▶ Exercise description: Return the whole listing, keeping every character the same.

▶ Source data:
/* SPDX-License-Identifier: GPL-3.0-or-later */
/* test_decide.c: decisions in order, in force or not, joins, thresholds and the last analysis. */
#include <math.h>

#include "analysis/decide.h"
#include "analysis/measures.h"
#include "base/mem.h"
#include "tiny_world.h"
#include "unit.h"

/* A measure whose value is the condition's `value`, its error `per_arm`. */
static void given(const struct condition *c, const struct judgement *j, double *value, double *mcse)
{
    (void)j;
    *value = c->value;
    *mcse = c->per_arm;
}

static const struct measure measure_given = {.key = "given", .evaluate = given};

/* One decision per value, all "above 0.5" with error 0.001. */
struct world {
    struct tiny_world w;
    struct decision decision[3];
    struct condition condition[3][3], final[1];
    struct judgement *j;
    struct analysis a;
    struct analysis_request r;
};

static struct condition above(double value, double threshold)
{
    return (struct condition){.measure = &measure_given,
                              .target = -1,
                              .level = LEVEL_NONE,
                              .value = value,
                              .per_arm = 0.001,
                              .above = true,
                              .threshold = threshold};
}

static void start(struct world *x, size_t decisions)
{
    tiny_init(&x->w, 3, 0);
    for (size_t i = 0; i < decisions; i++) {
        x->condition[i][0] = above(0.1, 0.5);
        x->decision[i] = (struct decision){.action = ACTION_STOP_FUTILITY,
                                           .when = {JOIN_ONE, 1, x->condition[i]},
                                           .binding = true};
    }
    x->w.d.decisions = decisions;
    x->w.d.decision = x->decision;
    x->r = (struct analysis_request){.number = 1, .point = 60, .observed = 50};
}

static void finish(struct world *x)
{
    x->j = judgement_new(&x->w.d);
    analysis_init(&x->a, &x->w.d);
    decide(&x->a, x->j, &x->r);
}

static void release(struct world *x)
{
    judgement_free(x->j);
    analysis_release(&x->a);
}

static void first_met_acts(void)
{
    struct world x;
    start(&x, 3);
    x.condition[1][0].value = 0.9;
    x.condition[2][0].value = 0.9;
    x.decision[2].action = ACTION_STOP_SUCCESS;
    finish(&x);
    CU_ASSERT_EQUAL(x.a.recommendation, RECOMMEND_STOP_FUTILITY);
    CU_ASSERT_FALSE(x.a.decision[0].met);
    CU_ASSERT_TRUE(x.a.decision[2].met && x.a.decision[2].applies);
    release(&x);
    x.condition[1][0].value = 0.1;
    finish(&x);
    CU_ASSERT_EQUAL(x.a.recommendation, RECOMMEND_STOP_SUCCESS);
    release(&x);
    x.condition[2][0].value = 0.1;
    finish(&x);
    CU_ASSERT_EQUAL(x.a.recommendation, RECOMMEND_CONTINUE);
    release(&x);
}

static void from_and_min_observed(void)
{
    struct world x;
    start(&x, 2);
    x.condition[0][0].value = x.condition[1][0].value = 0.9;
    x.decision[0].from = 60.5;
    x.decision[1].min_observed = 51;
    finish(&x);
    CU_ASSERT_EQUAL(x.a.recommendation, RECOMMEND_CONTINUE);
    CU_ASSERT_TRUE(x.a.decision[0].met && x.a.decision[1].met);
    CU_ASSERT_FALSE(x.a.decision[0].applies || x.a.decision[1].applies);
    release(&x);
    x.decision[0].from = 60;
    finish(&x);
    CU_ASSERT_TRUE(x.a.decision[0].applies);
    CU_ASSERT_EQUAL(x.a.recommendation, RECOMMEND_STOP_FUTILITY);
    release(&x);
    x.decision[0].from = 61;
    x.decision[1].min_observed = 50;
    finish(&x);
    CU_ASSERT_TRUE(x.a.decision[1].applies);
    release(&x);
}

/* Every truth table of three conditions. */
static void joins(void)
{
    for (unsigned truth = 0; truth < 8; truth++)
        for (int join = JOIN_ALL; join <= JOIN_ANY; join++) {
            struct world x;
            start(&x, 1);
            x.decision[0].when = (struct conditions){(enum join)join, 3, x.condition[0]};
            for (unsigned c = 0; c < 3; c++)
                x.condition[0][c] = above(truth & (1u << c) ? 0.9 : 0.1, 0.5);
            finish(&x);
            CU_ASSERT_EQUAL(x.a.decision[0].met, join == JOIN_ALL ? truth == 7 : truth != 0);
            release(&x);
        }
}

static void thresholds_are_strict(void)
{
    struct world x;
    start(&x, 3);
    x.condition[0][0] = above(0.5, 0.5);
    x.condition[1][0] = above(0.5, 0.5);
    x.condition[1][0].above = false;
    x.condition[2][0] = above(0.499, 0.5);
    x.condition[2][0].above = false;
    finish(&x);
    CU_ASSERT_FALSE(x.a.decision[0].met || x.a.decision[1].met);
    CU_ASSERT_TRUE(x.a.decision[2].met);
    release(&x);
}

static void closeness_and_precision(void)
{
    struct world x;
    start(&x, 3);
    x.condition[0][0] = above(0.5029, 0.5);
    x.condition[1][0] = above(0.5031, 0.5);
    x.condition[2][0].per_arm = 0.0051;
    finish(&x);
    CU_ASSERT_TRUE(x.a.decision[0].condition[0].close);
    CU_ASSERT_FALSE(x.a.decision[1].condition[0].close);
    CU_ASSERT_FALSE(x.a.decision[0].condition[0].imprecise);
    CU_ASSERT_TRUE(x.a.decision[2].condition[0].imprecise);
    release(&x);
}

static void last_analysis_reads_final_only(void)
{
    struct world x;
    start(&x, 1);
    x.condition[0][0].value = 0.9;
    x.r.final = true;
    x.r.point = INFINITY;
    finish(&x);
    CU_ASSERT_EQUAL(x.a.recommendation, RECOMMEND_COMPLETE);
    CU_ASSERT_TRUE(x.a.decision[0].met);
    CU_ASSERT_FALSE(x.a.decision[0].applies);
    CU_ASSERT_PTR_NULL(x.a.final_success.condition);
    release(&x);
    x.final[0] = above(0.9, 0.5);
    x.w.d.has_final = true;
    x.w.d.final_success = (struct conditions){JOIN_ONE, 1, x.final};
    finish(&x);
    CU_ASSERT_EQUAL(x.a.recommendation, RECOMMEND_SUCCESS);
    CU_ASSERT_TRUE(x.a.final_success.applies);
    release(&x);
    x.final[0].value = 0.2;
    finish(&x);
    CU_ASSERT_EQUAL(x.a.recommendation, RECOMMEND_NO_SUCCESS);
    release(&x);
    x.r.final = false;
    x.final[0].value = 0.9;
    x.condition[0][0].value = 0.1;
    finish(&x);
    CU_ASSERT_EQUAL(x.a.recommendation, RECOMMEND_CONTINUE);
    CU_ASSERT_TRUE(x.a.final_success.met);
    CU_ASSERT_FALSE(x.a.final_success.applies);
    release(&x);
}

static void the_interface_s_words(void)
{
    static const char *const words[] = {"continue",   "stop_success", "stop_futility", "success",
                                        "no_success", "complete",     "undetermined"};
    for (int i = RECOMMEND_CONTINUE; i <= RECOMMEND_UNDETERMINED; i++)
        CU_ASSERT_STRING_EQUAL(recommendation_key((enum recommendation)i), words[i]);
}

static const struct unit_test tests[] = {
    {"the first that is met acts", first_met_acts},
    {"from and min_observed", from_and_min_observed},
    {"all and any", joins},
    {"thresholds are strict", thresholds_are_strict},
    {"closeness and precision", closeness_and_precision},
    {"the last analysis reads final only", last_analysis_reads_final_only},
    {"the interface's words", the_interface_s_words},
    UNIT_END};

int main(void)
{
    return unit_main("decide", tests);
}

▶ Exercise result:
/* SPDX-License-Identifier: GPL-3.0-or-later */
/* test_decide.c: decisions in order, in force or not, joins, thresholds and the last analysis. */
#include <math.h>

#include "analysis/decide.h"
#include "analysis/measures.h"
#include "base/mem.h"
#include "tiny_world.h"
#include "unit.h"

/* A measure whose value is the condition's `value`, its error `per_arm`. */
static void given(const struct condition *c, const struct judgement *j, double *value, double *mcse)
{
    (void)j;
    *value = c->value;
    *mcse = c->per_arm;
}

static const struct measure measure_given = {.key = "given", .evaluate = given};

/* One decision per value, all "above 0.5" with error 0.001. */
struct world {
    struct tiny_world w;
    struct decision decision[3];
    struct condition condition[3][3], final[1];
    struct judgement *j;
    struct analysis a;
    struct analysis_request r;
};

static struct condition above(double value, double threshold)
{
    return (struct condition){.measure = &measure_given,
                              .target = -1,
                              .level = LEVEL_NONE,
                              .value = value,
                              .per_arm = 0.001,
                              .above = true,
                              .threshold = threshold};
}

static void start(struct world *x, size_t decisions)
{
    tiny_init(&x->w, 3, 0);
    for (size_t i = 0; i < decisions; i++) {
        x->condition[i][0] = above(0.1, 0.5);
        x->decision[i] = (struct decision){.action = ACTION_STOP_FUTILITY,
                                           .when = {JOIN_ONE, 1, x->condition[i]},
                                           .binding = true};
    }
    x->w.d.decisions = decisions;
    x->w.d.decision = x->decision;
    x->r = (struct analysis_request){.number = 1, .point = 60, .observed = 50};
}

static void finish(struct world *x)
{
    x->j = judgement_new(&x->w.d);
    analysis_init(&x->a, &x->w.d);
    decide(&x->a, x->j, &x->r);
}

static void release(struct world *x)
{
    judgement_free(x->j);
    analysis_release(&x->a);
}

static void first_met_acts(void)
{
    struct world x;
    start(&x, 3);
    x.condition[1][0].value = 0.9;
    x.condition[2][0].value = 0.9;
    x.decision[2].action = ACTION_STOP_SUCCESS;
    finish(&x);
    CU_ASSERT_EQUAL(x.a.recommendation, RECOMMEND_STOP_FUTILITY);
    CU_ASSERT_FALSE(x.a.decision[0].met);
    CU_ASSERT_TRUE(x.a.decision[2].met && x.a.decision[2].applies);
    release(&x);
    x.condition[1][0].value = 0.1;
    finish(&x);
    CU_ASSERT_EQUAL(x.a.recommendation, RECOMMEND_STOP_SUCCESS);
    release(&x);
    x.condition[2][0].value = 0.1;
    finish(&x);
    CU_ASSERT_EQUAL(x.a.recommendation, RECOMMEND_CONTINUE);
    release(&x);
}

static void from_and_min_observed(void)
{
    struct world x;
    start(&x, 2);
    x.condition[0][0].value = x.condition[1][0].value = 0.9;
    x.decision[0].from = 60.5;
    x.decision[1].min_observed = 51;
    finish(&x);
    CU_ASSERT_EQUAL(x.a.recommendation, RECOMMEND_CONTINUE);
    CU_ASSERT_TRUE(x.a.decision[0].met && x.a.decision[1].met);
    CU_ASSERT_FALSE(x.a.decision[0].applies || x.a.decision[1].applies);
    release(&x);
    x.decision[0].from = 60;
    finish(&x);
    CU_ASSERT_TRUE(x.a.decision[0].applies);
    CU_ASSERT_EQUAL(x.a.recommendation, RECOMMEND_STOP_FUTILITY);
    release(&x);
    x.decision[0].from = 61;
    x.decision[1].min_observed = 50;
    finish(&x);
    CU_ASSERT_TRUE(x.a.decision[1].applies);
    release(&x);
}

/* Every truth table of three conditions. */
static void joins(void)
{
    for (unsigned truth = 0; truth < 8; truth++)
        for (int join = JOIN_ALL; join <= JOIN_ANY; join++) {
            struct world x;
            start(&x, 1);
            x.decision[0].when = (struct conditions){(enum join)join, 3, x.condition[0]};
            for (unsigned c = 0; c < 3; c++)
                x.condition[0][c] = above(truth & (1u << c) ? 0.9 : 0.1, 0.5);
            finish(&x);
            CU_ASSERT_EQUAL(x.a.decision[0].met, join == JOIN_ALL ? truth == 7 : truth != 0);
            release(&x);
        }
}

static void thresholds_are_strict(void)
{
    struct world x;
    start(&x, 3);
    x.condition[0][0] = above(0.5, 0.5);
    x.condition[1][0] = above(0.5, 0.5);
    x.condition[1][0].above = false;
    x.condition[2][0] = above(0.499, 0.5);
    x.condition[2][0].above = false;
    finish(&x);
    CU_ASSERT_FALSE(x.a.decision[0].met || x.a.decision[1].met);
    CU_ASSERT_TRUE(x.a.decision[2].met);
    release(&x);
}

static void closeness_and_precision(void)
{
    struct world x;
    start(&x, 3);
    x.condition[0][0] = above(0.5029, 0.5);
    x.condition[1][0] = above(0.5031, 0.5);
    x.condition[2][0].per_arm = 0.0051;
    finish(&x);
    CU_ASSERT_TRUE(x.a.decision[0].condition[0].close);
    CU_ASSERT_FALSE(x.a.decision[1].condition[0].close);
    CU_ASSERT_FALSE(x.a.decision[0].condition[0].imprecise);
    CU_ASSERT_TRUE(x.a.decision[2].condition[0].imprecise);
    release(&x);
}

static void last_analysis_reads_final_only(void)
{
    struct world x;
    start(&x, 1);
    x.condition[0][0].value = 0.9;
    x.r.final = true;
    x.r.point = INFINITY;
    finish(&x);
    CU_ASSERT_EQUAL(x.a.recommendation, RECOMMEND_COMPLETE);
    CU_ASSERT_TRUE(x.a.decision[0].met);
    CU_ASSERT_FALSE(x.a.decision[0].applies);
    CU_ASSERT_PTR_NULL(x.a.final_success.condition);
    release(&x);
    x.final[0] = above(0.9, 0.5);
    x.w.d.has_final = true;
    x.w.d.final_success = (struct conditions){JOIN_ONE, 1, x.final};
    finish(&x);
    CU_ASSERT_EQUAL(x.a.recommendation, RECOMMEND_SUCCESS);
    CU_ASSERT_TRUE(x.a.final_success.applies);
    release(&x);
    x.final[0].value = 0.2;
    finish(&x);
    CU_ASSERT_EQUAL(x.a.recommendation, RECOMMEND_NO_SUCCESS);
    release(&x);
    x.r.final = false;
    x.final[0].value = 0.9;
    x.condition[0][0].value = 0.1;
    finish(&x);
    CU_ASSERT_EQUAL(x.a.recommendation, RECOMMEND_CONTINUE);
    CU_ASSERT_TRUE(x.a.final_success.met);
    CU_ASSERT_FALSE(x.a.final_success.applies);
    release(&x);
}

static void the_interface_s_words(void)
{
    static const char *const words[] = {"continue",   "stop_success", "stop_futility", "success",
                                        "no_success", "complete",     "undetermined"};
    for (int i = RECOMMEND_CONTINUE; i <= RECOMMEND_UNDETERMINED; i++)
        CU_ASSERT_STRING_EQUAL(recommendation_key((enum recommendation)i), words[i]);
}

static const struct unit_test tests[] = {
    {"the first that is met acts", first_met_acts},
    {"from and min_observed", from_and_min_observed},
    {"all and any", joins},
    {"thresholds are strict", thresholds_are_strict},
    {"closeness and precision", closeness_and_precision},
    {"the last analysis reads final only", last_analysis_reads_final_only},
    {"the interface's words", the_interface_s_words},
    UNIT_END};

int main(void)
{
    return unit_main("decide", tests);
}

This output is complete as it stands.